This post gestures at a handful of research questions with a loose thematic connection.
The idea
Consider the following frameworks:
- Temporal difference learning: learn to predict the future by predicting tomorrow’s prediction.
- Generative adversarial models: learn to sample from a distribution by fooling a distinguisher.
- Predictability minimization: learn to represent data efficiently by making each part of the representation unpredictable given the others.
These algorithms replace a hard-to-optimize objective with a nicer proxy. These proxies are themselves defined by machine learning systems rather than being specified explicitly. I think this is a really nice paradigm, and my guess is that it will become more important if large-scale supervised and reinforcement learning continues to be a dominant methodology.

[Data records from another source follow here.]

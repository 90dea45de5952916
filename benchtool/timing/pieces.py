"""The samples of a waveform, walked block by block in gap-free pieces."""

from __future__ import annotations

from collections.abc import Iterable, Iterator

import numpy as np

from benchtool.frozen import frozen_record
from benchtool.model.arrays import AnyArray, FloatArray, NDArray
from benchtool.model.capture import Samples, Span, UniformTime, Waveform
from benchtool.timing.holes import bridged, finite_runs, is_finite, open_hole
from benchtool.timing.rows import ROW, Codes, Rows, find_rows
from benchtool.timing.tally import Tally

Index = NDArray[np.int64]

LEAST = 1 << 15
"""Samples that short blocks are joined to before they are searched."""


@frozen_record(eq=False)
class Piece:
    """Consecutive samples without a hole.

    Attributes:
        values: Codes or volts as stored, shape (n,).
        first: Index of the first sample in the record.
        times_s: Time of each sample where the record is stamped, shape (n,); else None.
        span: The span that the piece lies in.
        begins_run: Whether a hole or a new span lies before it.
        rows: Extremes of its rows of samples.
    """

    values: Codes
    first: int
    times_s: FloatArray | None
    span: Span
    begins_run: bool
    rows: Rows


@frozen_record(eq=False)
class Stretch:
    """Consecutive samples that were not looked at; fields as in :class:`Piece`."""

    values: Codes
    first: int
    times_s: FloatArray | None
    begins_run: bool

    def part(self, start: int, stop: int) -> Stretch:
        """Return some of them."""
        return Stretch(
            values=self.values[start:stop],
            first=self.first + start,
            times_s=None if self.times_s is None else self.times_s[start:stop],
            begins_run=self.begins_run and start == 0,
        )


def walk_pieces(waveform: Waveform, tally: Tally | None = None) -> Iterator[Piece]:
    """Yield the waveform in order, split at its spans and at rows of missing samples.

    Args:
        waveform: The trace; up to ``BRIDGE`` missing samples in a row are bridged.
        tally: Takes note of the range and of missing samples on the way.
    """
    tally = tally or Tally()
    for span in waveform.spans:
        begins = True
        for block in _walk_span(waveform, span, tally):
            for piece in _split(block, span, begins=begins):
                yield piece
                begins = False
            begins = begins or not is_finite(block.values[-1])


def walk_stretches(waveform: Waveform, *, holed: bool) -> Iterator[Stretch]:
    """Yield the pieces of a waveform; where none of its samples is missing, without looking.

    Args:
        waveform: The trace.
        holed: Whether samples of it are missing.
    """
    if holed:
        for piece in walk_pieces(waveform):
            yield Stretch(
                values=piece.values,
                first=piece.first,
                times_s=piece.times_s,
                begins_run=piece.begins_run,
            )
        return
    for span in waveform.spans:
        first = span.start
        for values, times_s in _paired_blocks(waveform, span):
            yield Stretch(
                values=values, first=first, times_s=times_s, begins_run=first == span.start
            )
            first += values.size


def cut_pieces(pieces: Iterable[Piece], length: int) -> Iterator[Piece]:
    """Yield the pieces cut to a length, a multiple of ``ROW``, for one who holds much a sample."""
    for piece in pieces:
        for at in range(0, piece.values.size, length):
            rows = slice(at // ROW, (at + length) // ROW)
            yield Piece(
                values=piece.values[at : at + length],
                first=piece.first + at,
                times_s=None if piece.times_s is None else piece.times_s[at : at + length],
                span=piece.span,
                begins_run=piece.begins_run and at == 0,
                rows=Rows(least=piece.rows.least[rows], greatest=piece.rows.greatest[rows]),
            )


def piece_times(waveform: Waveform, piece: Piece) -> FloatArray:
    """Return the times of a piece's samples in seconds, shape (n,)."""
    return times_at(waveform, piece, np.arange(piece.values.size))


def times_at(waveform: Waveform, piece: Piece, positions: Index) -> FloatArray:
    """Return the times of some samples of a piece, given by their positions in it, in seconds.

    Raises:
        TypeError: If a stamped waveform's piece came without its times.
    """
    if piece.times_s is not None:
        return piece.times_s[positions]
    if not isinstance(waveform.time, UniformTime):
        raise TypeError("a stamped waveform has a time for each sample of its pieces")
    offset = piece.first - piece.span.start
    return piece.span.start_s + (offset + positions).astype(np.float64) * waveform.time.dt_s


@frozen_record(eq=False)
class _Block:
    """Samples in a row whose short holes are bridged; ``rows`` where none is missing."""

    values: Codes
    first: int
    times_s: FloatArray | None
    rows: Rows | None


def _split(block: _Block, span: Span, *, begins: bool) -> Iterator[Piece]:
    """Yield the pieces between the holes of a block."""
    runs = finite_runs(block.values) if block.rows is None else [(0, block.values.size)]
    for start, stop in runs:
        values = block.values[start:stop]
        yield Piece(
            values=values,
            first=block.first + start,
            times_s=None if block.times_s is None else block.times_s[start:stop],
            span=span,
            begins_run=begins or start > 0,
            rows=block.rows or find_rows(values),
        )


def _walk_span(waveform: Waveform, span: Span, tally: Tally) -> Iterator[_Block]:
    """Yield blocks whose short holes are bridged, also those that two blocks share."""
    held: tuple[Codes, FloatArray | None] | None = None
    before: float | None = None
    first = span.start
    for values, times_s in _paired_blocks(waveform, span):
        joined, joined_s = _join(held, values, times_s)
        rows: Rows | None = find_rows(joined)
        if rows is not None and rows.are_whole:
            tally.add_rows(rows)
            yield _Block(values=joined, first=first, times_s=joined_s, rows=rows)
            held, before, keep = None, float(joined[-1]), joined.size
        else:
            keep = joined.size - open_hole(joined)
            held = (joined[keep:], None if joined_s is None else joined_s[keep:])
            if keep:
                tally.add_holed(joined[:keep])
                filled = bridged(joined[:keep], before)
                kept_s = None if joined_s is None else joined_s[:keep]
                yield _Block(values=filled, first=first, times_s=kept_s, rows=None)
                before = float(filled[-1]) if is_finite(filled[-1]) else None
        first += keep
    if held is not None and held[0].size:
        tally.add_holed(held[0])
        yield _Block(values=held[0], first=first, times_s=held[1], rows=None)


def _join(
    held: tuple[Codes, FloatArray | None] | None,
    values: Codes,
    times_s: FloatArray | None,
) -> tuple[Codes, FloatArray | None]:
    if held is None or held[0].size == 0:
        return values, times_s
    stamps = None
    if times_s is not None and held[1] is not None:
        stamps = np.concatenate([held[1], times_s])
    return np.concatenate([held[0], values]), stamps


def _paired_blocks(waveform: Waveform, span: Span) -> Iterator[tuple[Codes, FloatArray | None]]:
    values = (_plain(block) for block in _long_blocks(waveform.samples, span))
    if isinstance(waveform.time, UniformTime):
        for block in values:
            yield block, None
        return
    stamps = _Reader(waveform.time.stamps, span)
    for block in values:
        yield block, stamps.take(block.size)


def _long_blocks(samples: Samples, span: Span) -> Iterator[AnyArray]:
    """Yield the blocks as they come, short ones joined."""
    held: list[AnyArray] = []
    size = 0
    for block in samples.blocks(span.start, span.stop):
        held.append(block)
        size += block.size
        if size >= LEAST:
            yield held[0] if len(held) == 1 else np.concatenate(held)
            held, size = [], 0
    if size:
        yield held[0] if len(held) == 1 else np.concatenate(held)


class _Reader:
    """Takes stamps in whatever lengths the sample blocks have."""

    def __init__(self, stamps: Samples, span: Span) -> None:
        self._blocks = stamps.blocks(span.start, span.stop)
        self._rest: FloatArray = np.empty(0)

    def take(self, n: int) -> FloatArray:
        while self._rest.size < n:
            block = next(self._blocks).astype(np.float64)
            self._rest = np.concatenate([self._rest, block]) if self._rest.size else block
        taken, self._rest = self._rest[:n], self._rest[n:]
        return taken


def _plain(block: AnyArray) -> Codes:
    """Return samples as an array of numbers: no subclass, whose every slice costs, no bool."""
    values = np.asarray(block)
    return values.view(np.uint8) if values.dtype.kind == "b" else values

Following Daniel Dewey, I’ll call this flavor of research “reward engineering.” In terms of tools and techniques I don’t know if this is a really a distinct category of research; but I do think that it might be a useful heuristic about where to look for problems relevant to AI control.
Relevance to AI control
Though reward engineering seems very broadly useful in AI, I expect it to be especially important for AI control:
- A key goal of AI control is using AI systems to optimize objectives which are defined implicitly or based on expensive human feedback. We will probably need to use complex proxies for this feedback if we want to apply reinforcement learning.
- Reward engineering seems relatively robust to changes in AI techniques. Uncertainty about future techniques if often a major obstacle to doing meaningful work on AI control in advance (even if only a little bit in advance).
Applications
I see a few especially interesting opportunities for reward engineering for AI control:
- Making efficient use of human feedback. Here we have direct access to the objective we really care about, and it is just too expensive to frequently evaluate. (Simple proposal: train a learner to predict human judgments, then use those predicted judgments in place of real feedback.)

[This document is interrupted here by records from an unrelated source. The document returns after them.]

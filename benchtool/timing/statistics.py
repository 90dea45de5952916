"""The timing figures and their uncertainty budgets."""

from __future__ import annotations

import math

from benchtool.model.capture import FloatArray
from benchtool.model.quantity import Contribution, Measured
from benchtool.model.timing import Edges, Intervals, Timing
from benchtool.timing.bounds import bound_duration, bound_frequency, bound_period
from benchtool.timing.budget import (
    Setting,
    grid_error,
    level_error,
    scale_errors,
    settle_budget,
    single_interval,
    width_grid,
    with_floor,
)
from benchtool.timing.drift import find_drift
from benchtool.timing.duty import measure_duty
from benchtool.timing.grid import period_floor
from benchtool.timing.remarks import direction_notice, few_notice
from benchtool.timing.scatter import ENOUGH, mean_of_periods, mean_of_widths
from benchtool.uncertainty import combine, propagate

TIMEBASE_REL = 50e-6
JITTER_REL = 1e-3


def measure_timing(
    intervals: Intervals,
    edges: Edges,
    *,
    timebase_rel: float = TIMEBASE_REL,
    jitter_rel: float = JITTER_REL,
) -> Timing:
    """Return the timing figures with their uncertainties, or bounds where nothing is complete.

    Args:
        intervals: Intervals of the trace.
        edges: The edges they were made of.
        timebase_rel: Half-width of the timebase error, relative (rectangular).
        jitter_rel: Half-width of the jitter assumed of a single interval, relative.

    Returns:
        Times in seconds, frequency in hertz, duty with unit 1. Never raises.

    References:
        JCGM 100:2008, 4.2 (type A), 4.3.7 (rectangular), G.4 (effective degrees of freedom).
    """
    setting = settle_budget(intervals, edges, timebase_rel, jitter_rel)
    t_high = _width(setting, intervals.high_s, sign=1.0)
    t_low = _width(setting, intervals.low_s, sign=-1.0)
    period = _period(setting, intervals.period_s, len(intervals.chains))
    other = _period(setting, intervals.other_period_s, len(intervals.chains) or 1)
    return Timing(
        t_high=t_high or bound_duration(intervals, "high"),
        t_low=t_low or bound_duration(intervals, "low"),
        period=period or bound_period(intervals),
        frequency=_frequency(period) or bound_frequency(intervals),
        duty=measure_duty(setting),
        first_high=_first_high(setting),
        drift=find_drift(intervals),
        warnings=(*few_notice(setting), *direction_notice(intervals, period, other)),
    )


def _width(setting: Setting, values: FloatArray, *, sign: float) -> Measured | None:
    """Return t_high (``sign`` 1) or t_low (-1): a level error moves them opposite ways."""
    if not values.size:
        return None
    own, value = _type_a(setting, values)
    floor_s = width_grid(setting, values.size)
    terms = [
        *with_floor(setting, own, floor_s, values.size),
        level_error(setting, sign),
        *scale_errors(setting, value),
    ]
    return combine(value, "s", terms, n=values.size)


def _period(setting: Setting, values: FloatArray, n_chains: int) -> Measured | None:
    if not values.size:
        return None
    own, value = _type_a(setting, values, n_chains=n_chains)
    floor_s = period_floor(setting.grid_s, values.size, n_chains)
    if setting.edges.resolved and values.size >= ENOUGH:
        floor_s = 0.0
    terms = with_floor(setting, own, floor_s, values.size)
    return combine(value, "s", [*terms, *scale_errors(setting, value)], n=values.size)


def _type_a(
    setting: Setting, values: FloatArray, *, n_chains: int | None = None
) -> tuple[list[Contribution], float]:
    """Return what scatter says, or for a single interval what has to be assumed."""
    if values.size == 1:
        value = float(values[0])
        return single_interval(setting, value), value
    if n_chains is None:
        mean = mean_of_widths(values)
    else:
        mean = mean_of_periods(values, n_chains, _unresolved_step(setting))
    return [Contribution(source="scatter", u=mean.u, dof=mean.dof, note=mean.note)], mean.value


def _unresolved_step(setting: Setting) -> float:
    return 0.0 if setting.edges.resolved else setting.edges.step_s


def _frequency(period: Measured | None) -> Measured | None:
    if period is None:
        return None
    return propagate(1 / period.value, "Hz", [(-1 / period.value**2, period)])


def _first_high(setting: Setting) -> Measured | None:
    value = setting.intervals.first_high_s
    if value is None:
        return None
    terms = [
        *single_interval(setting, value),
        grid_error(setting.grid_s / math.sqrt(6)),
        level_error(setting),
        *scale_errors(setting, value),
    ]
    return combine(value, "s", terms)
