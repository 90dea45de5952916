"""Edges of a trace: the crossings of the mid level with their uncertainty."""

from __future__ import annotations

import math
from collections.abc import Sequence
from dataclasses import replace

import numpy as np

from benchtool.model.capture import LogicTrace, StampedTime, Trace, UniformTime, Waveform
from benchtool.model.timing import EdgeRun, Edges, Levels
from benchtool.timing.crossings import Crossings, find_crossings, find_runs
from benchtool.timing.levels import find_levels, levels_of, tell_missing
from benchtool.timing.placement import join_runs, place_edges
from benchtool.timing.survey import exceeds, survey_samples, widen
from benchtool.timing.tally import Tally
from benchtool.timing.thresholds import thresholds

_HIGH_FLAT_V = 1.0  # a flat trace above one volt counts as high (common practice)


def find_edges(trace: Trace, levels: Levels | None = None) -> Edges:
    """Find the edges of a trace.

    Args:
        trace: A waveform, or a logic trace whose times pass through.
        levels: Levels of the waveform; found where None. Not used for a logic trace.

    Returns:
        The edges; none for a waveform without two states, whose runs are still told.

    References:
        IEEE 181-2011: reference level instant by linear interpolation between the samples
        that bracket the level (clause 5.2.2, number from memory).
    """
    if isinstance(trace, LogicTrace):
        return _edges_of_logic(trace)
    edges = None
    if levels is None:
        levels, edges = find_levels_and_edges(trace)
    return _edges_at(trace, levels)[0] if edges is None else edges


def find_levels_and_edges(trace: Waveform) -> tuple[Levels, Edges | None]:
    """Find levels and edges of a waveform in one walk over its samples, seldom two.

    The levels of a long record are found in a part of it. The walk for the edges sees the range of
    all samples; where that goes beyond, levels and edges are found anew.

    Args:
        trace: The waveform.

    Returns:
        As ``find_levels`` and ``find_edges``; None for the edges of a capacitor node, which are
        its turning points.

    Raises:
        MeasurementError: If no sample is present (``no-samples``).
    """
    survey = survey_samples(trace)
    if not survey.runs and not survey.is_whole:
        levels = find_levels(trace)
        return levels, _walk_at(trace, levels)[0]
    levels = levels_of(trace, survey)
    edges, tally = _walk_at(trace, levels)
    if exceeds(trace, survey, tally):
        levels = levels_of(trace, widen(trace, survey, tally))
        edges, _ = _walk_at(trace, levels)
    levels = tell_missing(trace, levels, tally.n_missing)
    return levels, replace(edges, warnings=levels.warnings) if edges else None


def _walk_at(trace: Waveform, levels: Levels) -> tuple[Edges | None, Tally]:
    """Walk a waveform for its range, and for its edges where these are crossings."""
    return (None, find_runs(trace)[1]) if levels.kind == "node" else _edges_at(trace, levels)


def _edges_at(trace: Waveform, levels: Levels) -> tuple[Edges, Tally]:
    if levels.kind in ("flat", "noise"):
        return _no_edges(trace, levels)
    return _edges_of_waveform(trace, levels)


def _edges_of_logic(trace: LogicTrace) -> Edges:
    runs: list[EdgeRun] = []
    first = 0
    for span in trace.spans:
        stop = first + int(np.searchsorted(trace.times_s[first:], span.end_s, side="right"))
        runs.append(
            EdgeRun(
                first=first,
                stop=stop,
                start_s=span.start_s,
                end_s=span.end_s,
                starts_high=span.starts_high,
            )
        )
        first = stop
    return Edges(
        times_s=trace.times_s,
        rising=trace.states,
        u_s=np.zeros(trace.times_s.size),
        runs=tuple(runs),
        step_s=trace.tick_s,
        resolved=False,
        end_known=trace.end_known,
    )


def _edges_of_waveform(trace: Waveform, levels: Levels) -> tuple[Edges, Tally]:
    limits = thresholds(trace, levels)
    walked = find_crossings(trace, limits)
    found, lengths = walked.runs, walked.lengths
    crossings = join_runs(found)
    step_s = _grid_step(trace, found)
    holed = walked.tally.n_missing > 0
    placed = place_edges(trace, levels, limits, crossings, lengths, step_s, holed=holed)
    edges = Edges(
        times_s=placed.times_s,
        rising=crossings.rising,
        u_s=placed.u_s,
        runs=_edge_runs(found),
        step_s=step_s,
        resolved=placed.resolved,
        level_u_s=placed.level_u_s,
        stretch_u_rel=_stretch(trace, found[-1].end_s - found[0].start_s if found else 0.0),
        grid_s=placed.grid_s,
        n_runts=sum(run.n_runts for run in found),
        warnings=levels.warnings,
    )
    return edges, walked.tally


def _no_edges(trace: Waveform, levels: Levels) -> tuple[Edges, Tally]:
    extents, tally = find_runs(trace)
    is_high = levels.mid_v > (0.5 if trace.is_logic else _HIGH_FLAT_V)
    runs = tuple(
        EdgeRun(first=0, stop=0, start_s=start_s, end_s=end_s, starts_high=is_high)
        for start_s, end_s in extents
    )
    length_s = extents[-1][1] - extents[0][0] if extents else 0.0
    edges = Edges(
        times_s=np.empty(0),
        rising=np.empty(0, np.bool_),
        u_s=np.empty(0),
        runs=runs,
        step_s=_mean_step(trace, length_s),
        resolved=False,
        stretch_u_rel=_stretch(trace, length_s),
        warnings=levels.warnings,
    )
    return edges, tally


def _edge_runs(found: Sequence[Crossings]) -> tuple[EdgeRun, ...]:
    runs: list[EdgeRun] = []
    first = 0
    for run in found:
        stop = first + run.index.size
        runs.append(
            EdgeRun(
                first=first,
                stop=stop,
                start_s=run.start_s,
                end_s=run.end_s,
                starts_high=run.starts_high,
            )
        )
        first = stop
    return tuple(runs)


def _grid_step(trace: Waveform, found: Sequence[Crossings]) -> float:
    """Return the sample interval; of uneven samples the rms of those that hold an edge."""
    if isinstance(trace.time, UniformTime):
        return trace.time.dt_s
    steps = np.concatenate([run.after_s - run.before_s for run in found]) if found else np.empty(0)
    if steps.size:
        return float(np.sqrt(np.mean(steps**2)))
    return _mean_step(trace, found[-1].end_s - found[0].start_s if found else 0.0)


def _mean_step(trace: Waveform, length_s: float) -> float:
    if isinstance(trace.time, UniformTime):
        return trace.time.dt_s
    return length_s / max(1, trace.samples.size - 1)


def _stretch(trace: Waveform, length_s: float) -> float:
    """Return the relative uncertainty of all times from how few digits they were printed with.

    The first and the last stamp are rounded to ``q``: q·√(2/12) over the record's length.
    """
    if isinstance(trace.time, StampedTime):
        return trace.time.resolution_s * math.sqrt(2 / 12) / length_s if length_s > 0 else 0.0
    return trace.time.u_rel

- Combining the benefits of imitation and approval-direction. I suspect it is possible to avoid perverse instantiation concerns while also providing a flexible training signal. (Simple proposal: use the adversarial generative models framework, and have the operator accomplish the desired task in a way optimized to fool the distinguisher.)
- Increasing robustness. If our ML systems are sufficiently sophisticated to foresee possible problems, then we might be able to leverage those predictions to avoid the problems altogether. (Simple proposal: train a generative model to produce data from the test distribution, with an extra reward for samples that “trip up” the current model.)

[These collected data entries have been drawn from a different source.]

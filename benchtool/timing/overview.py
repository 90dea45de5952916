"""Enough of a trace to draw it without its samples."""

from __future__ import annotations

import math

import numpy as np

from benchtool.model.arrays import AnyArray, FloatArray, NDArray, distinct, middle
from benchtool.model.capture import LogicTrace, Span, Trace, UniformTime, Waveform
from benchtool.model.overview import Overview
from benchtool.model.timing import Edges, Intervals

MOST_POINTS = 2000
MOST_PERIODS = 500
_CYCLES = 4.3
_MOST_BINS = 40


def make_overview(trace: Trace, edges: Edges, intervals: Intervals) -> Overview:
    """Return envelope, edges, histogram and periods in few enough points to draw.

    Args:
        trace: The trace; of a waveform only the first cycles are walked, in blocks.
        edges: Its edges.
        intervals: Its intervals.
    """
    until_s = _first_cycles(edges, intervals)
    if isinstance(trace, LogicTrace):
        at_s, low, high = _logic_envelope(edges, until_s)
    else:
        at_s, low, high = _envelope(trace, until_s)
    inside = edges.times_s <= (at_s[-1] if at_s.size else until_s)
    count, limits = _histogram(intervals.period_s, edges.step_s)
    chosen = _thinned(intervals.period_s.size)
    return Overview(
        envelope_s=at_s,
        envelope_low_v=low,
        envelope_high_v=high,
        edges_s=edges.times_s[inside][:MOST_POINTS],
        histogram_s=limits,
        histogram_count=count,
        periods_at_s=intervals.period_starts_s[chosen],
        periods_s=intervals.period_s[chosen],
    )


def _first_cycles(edges: Edges, intervals: Intervals) -> float:
    """Return the end of the first few cycles, or of the record where there are none."""
    if intervals.period_s.size:
        return float(intervals.period_starts_s[0] + _CYCLES * middle(intervals.period_s))
    return edges.runs[-1].end_s if edges.runs else 0.0


def _envelope(trace: Waveform, until_s: float) -> tuple[FloatArray, FloatArray, FloatArray]:
    """Return bin times with the least and greatest volt of each bin."""
    left = _samples_until(trace, until_s)
    bin_size = max(1, -(-left // MOST_POINTS))
    parts: list[tuple[FloatArray, FloatArray, FloatArray]] = []
    for span in trace.spans:
        stop = min(span.stop, span.start + left)
        low, high = _extremes(trace, span.start, stop, bin_size)
        parts.append((_bin_times(trace, span, stop, bin_size), low, high))
        left -= stop - span.start
        if left <= 0:
            break
    at_s, lows, highs = (np.concatenate(part) for part in zip(*parts, strict=True))
    known = np.isfinite(lows)
    return (
        at_s[known][:MOST_POINTS],
        np.minimum(lows, highs)[known][:MOST_POINTS],
        np.maximum(lows, highs)[known][:MOST_POINTS],
    )


def _extremes(
    trace: Waveform, start: int, stop: int, bin_size: int
) -> tuple[FloatArray, FloatArray]:
    """Return the volts of the least and the greatest sample of each bin, found in codes."""
    number: list[NDArray[np.int64]] = []
    least: list[AnyArray] = []
    greatest: list[AnyArray] = []
    done = 0
    for block in trace.samples.blocks(start, stop):
        values = np.asarray(block)
        begins = np.maximum(np.arange(-(done % bin_size), values.size, bin_size), 0)
        number.append((done + begins) // bin_size)
        least.append(np.fmin.reduceat(values, begins))
        greatest.append(np.fmax.reduceat(values, begins))
        done += values.size
    bins = np.flatnonzero(np.diff(np.concatenate(number), prepend=-1))  # two blocks may share one
    low = np.fmin.reduceat(np.concatenate(least), bins).astype(np.float64)
    high = np.fmax.reduceat(np.concatenate(greatest), bins).astype(np.float64)
    gain, offset = trace.scale.gain, trace.scale.offset
    return low * gain + offset, high * gain + offset


def _samples_until(trace: Waveform, until_s: float) -> int:
    total = sum(span.stop - span.start for span in trace.spans)
    if isinstance(trace.time, UniformTime):
        wanted = sum(
            min(span.stop - span.start, int((until_s - span.start_s) / trace.time.dt_s) + 1)
            for span in trace.spans
            if span.start_s <= until_s
        )
        return max(1, min(total, wanted))
    seen = 0
    for block in trace.time.stamps.blocks():
        before = int(np.count_nonzero(block.astype(np.float64) <= until_s))
        seen += before
        if before < block.size:
            break
    return max(1, min(total, seen))


def _bin_times(trace: Waveform, span: Span, stop: int, bin_size: int) -> FloatArray:
    """Return the time of the first sample of each bin."""
    index = np.arange(0, stop - span.start, bin_size).astype(np.float64)
    if isinstance(trace.time, UniformTime):
        return span.start_s + index * trace.time.dt_s
    found: list[FloatArray] = []
    done = 0
    for block in trace.time.stamps.blocks(span.start, stop):
        found.append(block[-done % bin_size :: bin_size].astype(np.float64))
        done += block.size
    return np.concatenate(found)


def _logic_envelope(edges: Edges, until_s: float) -> tuple[FloatArray, FloatArray, FloatArray]:
    """Return the corners of a 0/1 drawing."""
    times, states = edges.times_s, edges.rising
    chosen = np.flatnonzero(times <= until_s)[: MOST_POINTS // 2 - 2]
    start_s = edges.runs[0].start_s if edges.runs else 0.0
    starts_high = bool(edges.runs and edges.runs[0].starts_high)
    after = states[chosen].astype(np.float64)
    before = np.concatenate([[float(starts_high)], after[:-1]]) if chosen.size else np.empty(0)
    at_s = np.concatenate([[start_s], np.repeat(times[chosen], 2), [max(until_s, start_s)]])
    corners = np.stack([before, after], axis=1).ravel()
    last = corners[-1] if corners.size else float(starts_high)
    values = np.concatenate([[float(starts_high)], corners, [last]])
    return at_s, values, values


def _histogram(period_s: FloatArray, step_s: float) -> tuple[FloatArray, FloatArray]:
    """Return counts and bin limits; bins are no narrower than the grid."""
    if period_s.size < 2:
        return np.empty(0), np.empty(0)
    span_s = float(np.ptp(period_s))
    if span_s <= 1e-12 * float(period_s[0]):
        return np.empty(0), np.empty(0)
    bins = max(4, min(_MOST_BINS, round(math.sqrt(period_s.size))))
    if step_s > 0:
        bins = max(1, min(bins, round(span_s / step_s) + 1))
    count, limits = np.histogram(period_s, bins=bins)
    return count.astype(np.float64), limits


def _thinned(n: int) -> NDArray[np.int64]:
    return distinct(np.linspace(0, n - 1, min(n, MOST_PERIODS)).round().astype(np.int64))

In each case I’ve made a preliminary simple proposal, but I think it is quite possible that a clever trick could make the problem look radically more tractable. A search for clever tricks is likely to come up empty, but hits could be very valuable (and would be good candidates for things to experiment with).
Beyond these semi-specific applications, I have a more general intuition that thinking about this aspect of the AI control problem may turn up interesting further directions.